2. The method for preparing near-infrared low-potential electrochemiluminescence dual-ligand-stabilized gold nanoclusters according to claim 1, comprising the following steps: (1) The chloroauric acid H4AuCl4 solution and the thiomalic acid ligand were ultrasonically mixed until homogeneous; (2) The solution obtained in step (1) is heated to react and a single-ligand stable water-soluble gold nanoclusters are obtained. The solution changes from colorless to brownish-yellow. (3) Add citrate to the solution prepared in step (2), mix by sonication, and incubate at room temperature; (4) After the reaction is complete, centrifuge to remove the large particles at the bottom, purify the solution with isopropanol, and the resulting precipitate is the gold nanocluster with dual ligands.

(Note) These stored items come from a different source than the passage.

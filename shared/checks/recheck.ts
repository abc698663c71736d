import { advisoriesOf } from './advisories.ts'
import { meetAnyOf } from './any-of.ts'
import { checkSystem, toPairsOf, toSubjects } from './check-system.ts'
import { applyEdits, type SystemEdits } from './edits.ts'
import type { Checked, Evaluation, PairMeasure } from './evaluation.ts'
import { measurePair } from './measure-pair.ts'
import type { PairModel, SystemModel } from './model.ts'
import { dependentsOf, resolveAgain } from './resolve-system.ts'
import type { ResolvedSystem, ResolvedToken } from './resolved.ts'
import { coversName } from './rule-scopes.ts'

/** Edits to what every value hangs on; they leave nothing to share. */
function touchesAll(edits: SystemEdits): boolean {
  return edits.themes !== undefined || edits.states !== undefined || edits.settings !== undefined
}

/** Tokens edited, removed, or under a prefix whose rules are edited. */
function editedTokens(model: SystemModel, edits: SystemEdits): Set<string> {
  const ids = new Set(edits.tokens?.remove)
  for (const token of edits.tokens?.put ?? []) ids.add(token.id)
  if (edits.prefixes !== undefined) {
    const before = new Set(model.prefixes)
    const after = new Set(edits.prefixes)
    const moved = [
      ...model.prefixes.filter((rules) => !after.has(rules)),
      ...edits.prefixes.filter((rules) => !before.has(rules)),
    ]
    for (const token of model.tokens) {
      if (moved.some((rules) => coversName(rules.prefix, token.name))) ids.add(token.id)
    }
  }
  return ids
}

/** The tokens edited, and all whose values follow from them. */
function withDependents(previous: Evaluation, edited: ReadonlySet<string>): Set<string> {
  const touched = new Set(edited)
  // A set is walked in order of insertion, so what is added is walked as well.
  for (const id of touched) {
    for (const dependent of previous.dependents.get(id) ?? []) touched.add(dependent)
  }
  return touched
}

function isSameToken(before: ResolvedToken | undefined, after: ResolvedToken | undefined): boolean {
  if (before === undefined || after === undefined) return false
  return (
    before.states.join() === after.states.join() &&
    before.cells.every((cell, offset) => cell.color === after.cells[offset]!.color)
  )
}

/** Measures in the order of pairs, and the names of `anyOf` groups in which one came or went. */
interface Remeasured {
  readonly measures: readonly PairMeasure[]
  readonly groups: ReadonlySet<string>
}

function noteGroup(groups: Set<string>, ...measures: readonly PairMeasure[]): void {
  for (const { pair } of measures) if (pair.anyOf !== undefined) groups.add(pair.anyOf)
}

/** Measures again what shows a token that moved, where the pairs are the same ones. */
function measureMoved(
  previous: Evaluation,
  resolved: ResolvedSystem,
  moved: readonly string[],
): Remeasured {
  const groups = new Set<string>()
  const positions = new Set(moved.flatMap((id) => previous.pairsOf.get(id) ?? []))
  if (positions.size === 0) return { measures: previous.measures, groups }
  const measures = [...previous.measures]
  for (const position of positions) {
    measures[position] = measurePair(resolved, resolved.model.pairs[position]!)
    noteGroup(groups, measures[position])
  }
  return { measures, groups }
}

/** Measures again what shows a token that moved, and what is declared anew. */
function measurePairs(
  previous: Evaluation,
  resolved: ResolvedSystem,
  moved: readonly string[],
): Remeasured {
  const groups = new Set<string>()
  const before = new Map<PairModel, PairMeasure>()
  for (const measure of previous.measures) before.set(measure.pair, measure)
  for (const position of moved.flatMap((id) => previous.pairsOf.get(id) ?? [])) {
    before.delete(previous.measures[position]!.pair)
  }
  const measures = resolved.model.pairs.map((pair) => {
    const known = before.get(pair)
    if (known !== undefined) return known
    const measure = measurePair(resolved, pair)
    noteGroup(groups, measure)
    return measure
  })
  const kept = new Set(measures)
  noteGroup(groups, ...previous.measures.filter((measure) => !kept.has(measure)))
  return { measures, groups }
}

/** Lays the groups in which a member was measured again, declared or taken away over the others. */
function anyOfAgain(
  previous: Evaluation,
  resolved: ResolvedSystem,
  { measures, groups }: Remeasured,
): Evaluation['anyOf'] {
  if (groups.size === 0) return previous.anyOf
  const anyOf = new Map(previous.anyOf)
  for (const name of groups) anyOf.delete(name)
  for (const [name, met] of meetAnyOf(measures, resolved.model.themes.length, groups)) {
    anyOf.set(name, met)
  }
  return anyOf
}

function advisoriesAgain(
  previous: Evaluation,
  resolved: ResolvedSystem,
  touched: ReadonlySet<string>,
): Evaluation['advisories'] {
  const before = previous.resolved.positions
  const advisories =
    resolved.positions === before
      ? [...previous.advisories]
      : resolved.tokens.rows.map(({ token: { id } }) => previous.advisories[before.get(id) ?? -1]!)
  for (const id of touched) {
    const token = resolved.tokens.get(id)
    if (token) advisories[resolved.positions.get(id)!] = advisoriesOf(resolved, token)
  }
  return advisories
}

/** Whether an edit can have changed which tokens name which. */
function movesReferences(previous: Evaluation, edits: SystemEdits): boolean {
  if (edits.prefixes !== undefined || edits.tokens?.remove?.length) return true
  const isPlain = (token: SystemModel['tokens'][number]) =>
    token.rules === undefined &&
    [token.value, ...Object.values(token.values).flatMap((values) => Object.values(values))].every(
      (value) => value === undefined || value.kind === 'color',
    )
  return (edits.tokens?.put ?? []).some((token) => {
    const before = previous.resolved.tokens.get(token.id)?.token
    return (
      before === undefined ||
      before.name !== token.name ||
      before.states.join() !== token.states.join() ||
      !isPlain(before) ||
      !isPlain(token)
    )
  })
}

function hasSameTokens(before: ResolvedSystem, edits: SystemEdits): boolean {
  const { put = [], remove = [] } = edits.tokens ?? {}
  return remove.length === 0 && put.every(({ id }) => before.tokens.has(id))
}

/** Pairs put by an edit, and pairs that are left though a token of theirs is removed. */
function exposedPairs(previous: Evaluation, model: SystemModel, edits: SystemEdits): PairModel[] {
  const removed = edits.tokens?.remove ?? []
  const left = removed
    .flatMap((id) => previous.pairsOf.get(id) ?? [])
    .map((position) => previous.measures[position]!.pair)
    .filter((pair) => model.pairs.includes(pair))
  return [...(edits.pairs?.put ?? []), ...left]
}

/**
 * Checks an edited system again: only what depends on the edits is computed and measured, the rest is shared
 * with the evaluation given, which stays as it was. Equal, finding by finding, to a full check of the edited model.
 */
export function recheck(previous: Evaluation, edits: SystemEdits): Checked {
  const before = previous.resolved
  const model = applyEdits(before.model, edits, before.positions)
  if (touchesAll(edits)) return checkSystem(model)
  const touched = withDependents(previous, editedTokens(before.model, edits))
  for (const theme of model.themes) {
    if (touched.has(theme.ground) || touched.has(theme.ink)) return checkSystem(model)
  }
  const resolved = resolveAgain(before, model, {
    tokens: touched,
    pairs: exposedPairs(previous, model, edits),
    hasSameTokens: hasSameTokens(before, edits),
  })
  if (resolved === undefined) return checkSystem(model)
  const moved = [...touched].filter(
    (id) => !isSameToken(before.tokens.get(id), resolved.tokens.get(id)),
  )
  const arePairsSame = model.pairs === before.model.pairs
  const measured = (arePairsSame ? measureMoved : measurePairs)(previous, resolved, moved)
  return {
    ok: true,
    evaluation: {
      resolved,
      measures: measured.measures,
      ...(arePairsSame
        ? { subjects: previous.subjects, subjectOf: previous.subjectOf }
        : toSubjects(model.pairs)),
      anyOf: anyOfAgain(previous, resolved, measured),
      advisories: advisoriesAgain(previous, resolved, touched),
      dependents: movesReferences(previous, edits) ? dependentsOf(resolved) : previous.dependents,
      pairsOf: arePairsSame ? previous.pairsOf : toPairsOf(model.pairs),
    },
  }
}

3. The method according to claim 2, characterized in that, In step (1), the molar ratio of gold to thiomalic acid in chloroauric acid is 1:(1-5).

4. The method according to claim 2, characterized in that, In step (1), the concentration of the H4AuCl4 solution is 80-100mM.

5. The method according to claim 2, characterized in that, In step (2), the heating temperature is 90-100℃ and the heating time is 130-150h.

6. The method according to claim 2, characterized in that, In step (3), the molar ratio of gold in citrate to chloroauric acid is 1:350-500.

7. The method according to claim 2, characterized in that, In step (3), the incubation time at room temperature is 0.5-3h. In step (4), isopropanol is purified by adding isopropanol to the solution and centrifuging at 13000-14000 rpm.